[DATA Boundary: Start]
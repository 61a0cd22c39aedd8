// Three instances started at the same moment against an empty database, as after a deploy or when every machine
// restarts at once: the migrations run once (one instance takes the advisory lock in src/lib/server/db/migrate.ts,
// the others wait and find nothing to do), and all three are healthy within 60 s.
import { readdirSync } from 'node:fs';
import { afterAll, describe, expect, it } from 'vitest';
import { withClient } from '../support/database';
import { logEntries, startInstances, stopInstances, type Instance } from '../support/instances';
import { createScratch, scratchUrl } from '../support/scratch';

const name = 'lugline_reliability_starts';
let instances: Instance[] = [];

afterAll(async () => {
	await stopInstances(instances);
	await withClient((c) => c.query(`DROP DATABASE IF EXISTS "${name}" WITH (FORCE)`), scratchUrl('postgres'));
});

describe('three instances starting at once on an empty database', () => {
	it('migrate once and are all healthy within 60 s', async () => {
		const url = await createScratch(name);
		const started = Date.now();
		instances = await startInstances([3611, 3612, 3613], { DATABASE_URL: url }, { healthyWithinMs: 60_000 });
		const seconds = (Date.now() - started) / 1000;
		console.log(`three instances healthy on an empty database in ${seconds.toFixed(1)} s`);
		expect(seconds).toBeLessThan(60);

		const files = readdirSync('migrations').filter((f) => f.endsWith('.ts'));
		const recorded = await withClient(
			async (c) => (await c.query('SELECT name, batch FROM knex_migrations ORDER BY id')).rows,
			url
		);
		// Every file once, all in one batch: a second instance migrating too would have failed or added a batch.
		expect(recorded.map((r) => r.name).sort()).toEqual(files.sort());
		expect(new Set(recorded.map((r) => r.batch)).size).toBe(1);

		const outcomes = instances.map((i) =>
			logEntries(i)
				.map((e) => String(e.msg))
				.filter((m) => m.startsWith('migrations'))
		);
		expect(outcomes.filter((o) => o.some((m) => m.startsWith('migrations applied'))).length).toBe(1);
		expect(outcomes.filter((o) => o.includes('migrations: already up to date')).length).toBe(2);
		for (const i of instances) {
			const health = await fetch(`${i.url}/api/health`);
			expect(health.status).toBe(200);
			expect(i.process.exitCode).toBeNull();
		}
	});
});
[DATA Boundary: End]
WORK REQUEST: The word "name" may appear in several lines of the data; copy every line where it does.

RESULT OF THIS EXERCISE:
const name = 'lugline_reliability_starts';
	await withClient((c) => c.query(`DROP DATABASE IF EXISTS "${name}" WITH (FORCE)`), scratchUrl('postgres'));
		const url = await createScratch(name);
			async (c) => (await c.query('SELECT name, batch FROM knex_migrations ORDER BY id')).rows,
		expect(recorded.map((r) => r.name).sort()).toEqual(files.sort());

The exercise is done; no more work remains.